> [ASSIGNMENT] From the first line of the records down to the one that holds "import math", transcribe each line exactly and add nothing.

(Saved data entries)
====
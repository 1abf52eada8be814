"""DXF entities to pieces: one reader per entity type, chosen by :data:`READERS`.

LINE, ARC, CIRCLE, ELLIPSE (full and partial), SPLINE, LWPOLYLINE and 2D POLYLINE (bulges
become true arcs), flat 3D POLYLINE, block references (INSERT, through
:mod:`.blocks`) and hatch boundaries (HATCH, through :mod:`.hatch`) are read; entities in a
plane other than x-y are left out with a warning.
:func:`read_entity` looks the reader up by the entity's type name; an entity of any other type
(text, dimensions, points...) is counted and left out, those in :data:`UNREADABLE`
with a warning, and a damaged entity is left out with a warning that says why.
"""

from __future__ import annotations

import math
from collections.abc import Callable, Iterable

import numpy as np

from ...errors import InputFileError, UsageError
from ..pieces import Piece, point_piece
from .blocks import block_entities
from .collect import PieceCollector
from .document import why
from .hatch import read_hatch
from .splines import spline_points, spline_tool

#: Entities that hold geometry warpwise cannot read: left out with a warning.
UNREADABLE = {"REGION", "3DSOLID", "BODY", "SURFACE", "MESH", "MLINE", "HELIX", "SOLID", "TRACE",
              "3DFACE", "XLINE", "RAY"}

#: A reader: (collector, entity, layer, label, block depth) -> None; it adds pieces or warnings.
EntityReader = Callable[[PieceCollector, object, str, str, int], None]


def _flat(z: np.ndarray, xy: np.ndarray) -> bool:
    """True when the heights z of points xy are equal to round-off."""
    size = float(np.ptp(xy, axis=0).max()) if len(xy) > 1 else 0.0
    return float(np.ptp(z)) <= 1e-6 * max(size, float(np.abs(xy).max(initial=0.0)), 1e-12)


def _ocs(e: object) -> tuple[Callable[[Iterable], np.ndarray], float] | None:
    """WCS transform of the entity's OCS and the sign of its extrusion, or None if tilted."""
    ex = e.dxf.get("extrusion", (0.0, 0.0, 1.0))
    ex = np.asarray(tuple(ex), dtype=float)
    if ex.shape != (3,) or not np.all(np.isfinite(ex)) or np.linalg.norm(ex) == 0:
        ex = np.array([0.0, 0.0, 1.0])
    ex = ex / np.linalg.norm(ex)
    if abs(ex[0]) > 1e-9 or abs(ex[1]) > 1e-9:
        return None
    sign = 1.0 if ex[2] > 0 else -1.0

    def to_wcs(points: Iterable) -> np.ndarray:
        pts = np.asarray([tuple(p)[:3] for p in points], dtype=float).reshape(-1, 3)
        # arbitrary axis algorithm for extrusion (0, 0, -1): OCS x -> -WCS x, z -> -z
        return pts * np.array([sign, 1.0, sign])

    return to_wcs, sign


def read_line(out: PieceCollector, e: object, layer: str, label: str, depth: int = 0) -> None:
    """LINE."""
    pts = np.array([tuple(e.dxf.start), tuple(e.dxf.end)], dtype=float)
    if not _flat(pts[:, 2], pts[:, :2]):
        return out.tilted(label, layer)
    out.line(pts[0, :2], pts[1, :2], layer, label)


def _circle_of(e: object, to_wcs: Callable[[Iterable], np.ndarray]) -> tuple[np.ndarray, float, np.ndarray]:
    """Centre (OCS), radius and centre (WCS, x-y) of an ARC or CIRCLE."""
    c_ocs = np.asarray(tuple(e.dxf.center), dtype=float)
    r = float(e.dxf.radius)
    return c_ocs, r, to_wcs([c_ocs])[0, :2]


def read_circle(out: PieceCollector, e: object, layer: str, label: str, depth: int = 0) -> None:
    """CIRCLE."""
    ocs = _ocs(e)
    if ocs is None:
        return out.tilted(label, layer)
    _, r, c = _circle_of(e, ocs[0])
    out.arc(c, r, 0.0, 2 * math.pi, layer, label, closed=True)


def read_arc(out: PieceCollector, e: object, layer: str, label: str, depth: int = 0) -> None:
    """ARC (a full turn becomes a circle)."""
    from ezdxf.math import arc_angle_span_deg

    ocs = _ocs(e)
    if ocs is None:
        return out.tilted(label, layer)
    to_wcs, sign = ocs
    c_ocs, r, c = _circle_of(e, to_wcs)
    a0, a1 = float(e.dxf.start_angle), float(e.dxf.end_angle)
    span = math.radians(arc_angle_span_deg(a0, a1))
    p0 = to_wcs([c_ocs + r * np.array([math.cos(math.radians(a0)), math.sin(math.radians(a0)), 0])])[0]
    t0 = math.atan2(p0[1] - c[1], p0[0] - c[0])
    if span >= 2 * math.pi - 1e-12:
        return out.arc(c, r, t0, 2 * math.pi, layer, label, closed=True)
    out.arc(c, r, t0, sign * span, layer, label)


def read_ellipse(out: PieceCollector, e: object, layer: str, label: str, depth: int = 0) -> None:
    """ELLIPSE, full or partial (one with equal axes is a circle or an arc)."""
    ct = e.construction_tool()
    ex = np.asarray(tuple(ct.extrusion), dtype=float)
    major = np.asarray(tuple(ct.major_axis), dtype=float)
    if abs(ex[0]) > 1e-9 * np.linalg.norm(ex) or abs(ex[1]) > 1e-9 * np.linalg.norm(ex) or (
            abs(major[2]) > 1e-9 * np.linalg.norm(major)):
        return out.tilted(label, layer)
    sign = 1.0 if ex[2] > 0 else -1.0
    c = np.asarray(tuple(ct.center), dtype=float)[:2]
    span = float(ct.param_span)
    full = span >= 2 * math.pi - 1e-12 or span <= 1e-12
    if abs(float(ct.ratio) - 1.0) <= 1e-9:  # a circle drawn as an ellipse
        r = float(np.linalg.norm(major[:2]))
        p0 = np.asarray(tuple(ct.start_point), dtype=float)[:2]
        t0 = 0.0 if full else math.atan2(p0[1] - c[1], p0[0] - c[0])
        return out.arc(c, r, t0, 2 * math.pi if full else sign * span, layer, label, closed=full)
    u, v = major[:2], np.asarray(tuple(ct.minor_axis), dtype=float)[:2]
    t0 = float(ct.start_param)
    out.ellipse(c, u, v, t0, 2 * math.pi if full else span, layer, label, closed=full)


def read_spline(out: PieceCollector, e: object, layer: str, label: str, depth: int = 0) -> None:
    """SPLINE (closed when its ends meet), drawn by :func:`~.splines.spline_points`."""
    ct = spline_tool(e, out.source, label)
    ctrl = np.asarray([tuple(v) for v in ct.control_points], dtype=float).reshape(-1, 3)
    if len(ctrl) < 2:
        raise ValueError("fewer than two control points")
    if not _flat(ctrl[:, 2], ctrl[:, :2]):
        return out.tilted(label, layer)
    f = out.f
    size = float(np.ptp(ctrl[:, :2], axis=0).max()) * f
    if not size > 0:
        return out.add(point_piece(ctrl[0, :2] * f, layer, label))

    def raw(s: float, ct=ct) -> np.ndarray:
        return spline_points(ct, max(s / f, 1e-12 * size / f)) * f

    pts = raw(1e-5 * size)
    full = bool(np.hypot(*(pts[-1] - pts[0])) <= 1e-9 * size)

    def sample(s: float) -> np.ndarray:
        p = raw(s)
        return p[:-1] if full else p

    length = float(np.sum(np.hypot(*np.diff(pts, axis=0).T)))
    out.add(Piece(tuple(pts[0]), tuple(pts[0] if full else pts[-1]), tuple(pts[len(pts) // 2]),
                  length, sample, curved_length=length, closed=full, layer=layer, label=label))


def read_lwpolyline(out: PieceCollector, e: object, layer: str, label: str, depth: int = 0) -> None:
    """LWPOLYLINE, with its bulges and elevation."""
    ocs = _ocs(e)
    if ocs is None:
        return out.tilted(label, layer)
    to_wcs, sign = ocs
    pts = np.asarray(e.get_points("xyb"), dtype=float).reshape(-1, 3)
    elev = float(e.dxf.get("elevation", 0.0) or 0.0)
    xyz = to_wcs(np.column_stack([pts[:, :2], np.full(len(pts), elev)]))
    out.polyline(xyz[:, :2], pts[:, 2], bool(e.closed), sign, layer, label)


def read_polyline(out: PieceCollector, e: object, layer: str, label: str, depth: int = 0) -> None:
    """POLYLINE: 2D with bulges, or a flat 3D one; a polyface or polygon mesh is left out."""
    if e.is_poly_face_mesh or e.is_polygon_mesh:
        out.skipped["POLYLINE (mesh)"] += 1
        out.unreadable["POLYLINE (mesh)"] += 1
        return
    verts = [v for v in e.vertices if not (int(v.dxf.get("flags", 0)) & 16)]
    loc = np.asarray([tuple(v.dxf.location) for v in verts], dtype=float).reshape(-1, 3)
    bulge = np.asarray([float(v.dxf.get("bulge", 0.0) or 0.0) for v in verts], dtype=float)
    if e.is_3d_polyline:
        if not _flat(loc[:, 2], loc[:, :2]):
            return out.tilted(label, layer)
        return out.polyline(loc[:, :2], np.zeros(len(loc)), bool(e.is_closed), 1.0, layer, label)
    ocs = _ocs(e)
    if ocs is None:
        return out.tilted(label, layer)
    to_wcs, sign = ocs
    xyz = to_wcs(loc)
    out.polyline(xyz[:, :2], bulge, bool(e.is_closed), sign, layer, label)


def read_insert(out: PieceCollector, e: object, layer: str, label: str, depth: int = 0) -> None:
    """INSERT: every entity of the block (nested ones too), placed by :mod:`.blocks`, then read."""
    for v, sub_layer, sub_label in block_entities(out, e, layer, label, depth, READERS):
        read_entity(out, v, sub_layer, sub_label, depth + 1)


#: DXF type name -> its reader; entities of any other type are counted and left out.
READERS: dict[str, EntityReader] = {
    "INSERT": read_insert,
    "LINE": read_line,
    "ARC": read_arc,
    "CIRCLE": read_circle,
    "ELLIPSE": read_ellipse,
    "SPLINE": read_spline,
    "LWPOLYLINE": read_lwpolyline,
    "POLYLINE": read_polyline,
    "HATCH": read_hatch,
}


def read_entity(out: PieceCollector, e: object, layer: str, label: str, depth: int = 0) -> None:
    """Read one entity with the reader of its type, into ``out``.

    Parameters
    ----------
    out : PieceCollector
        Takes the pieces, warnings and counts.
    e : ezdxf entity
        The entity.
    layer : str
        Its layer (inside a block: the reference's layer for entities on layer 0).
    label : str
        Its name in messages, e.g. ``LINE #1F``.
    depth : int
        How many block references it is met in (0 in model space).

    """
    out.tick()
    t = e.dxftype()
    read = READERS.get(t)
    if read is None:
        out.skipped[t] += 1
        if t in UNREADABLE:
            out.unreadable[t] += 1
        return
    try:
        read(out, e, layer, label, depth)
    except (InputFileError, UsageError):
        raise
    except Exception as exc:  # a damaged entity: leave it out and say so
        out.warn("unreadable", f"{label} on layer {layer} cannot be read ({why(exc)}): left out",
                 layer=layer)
====
> [ANSWER SPACE]
repository 1abf52eada8be814
"""DXF entities to pieces: one reader per entity type, chosen by :data:`READERS`.

LINE, ARC, CIRCLE, ELLIPSE (full and partial), SPLINE, LWPOLYLINE and 2D POLYLINE (bulges
become true arcs), flat 3D POLYLINE, block references (INSERT, through
:mod:`.blocks`) and hatch boundaries (HATCH, through :mod:`.hatch`) are read; entities in a
plane other than x-y are left out with a warning.
:func:`read_entity` looks the reader up by the entity's type name; an entity of any other type
(text, dimensions, points...) is counted and left out, those in :data:`UNREADABLE`
with a warning, and a damaged entity is left out with a warning that says why.
"""

from __future__ import annotations

import math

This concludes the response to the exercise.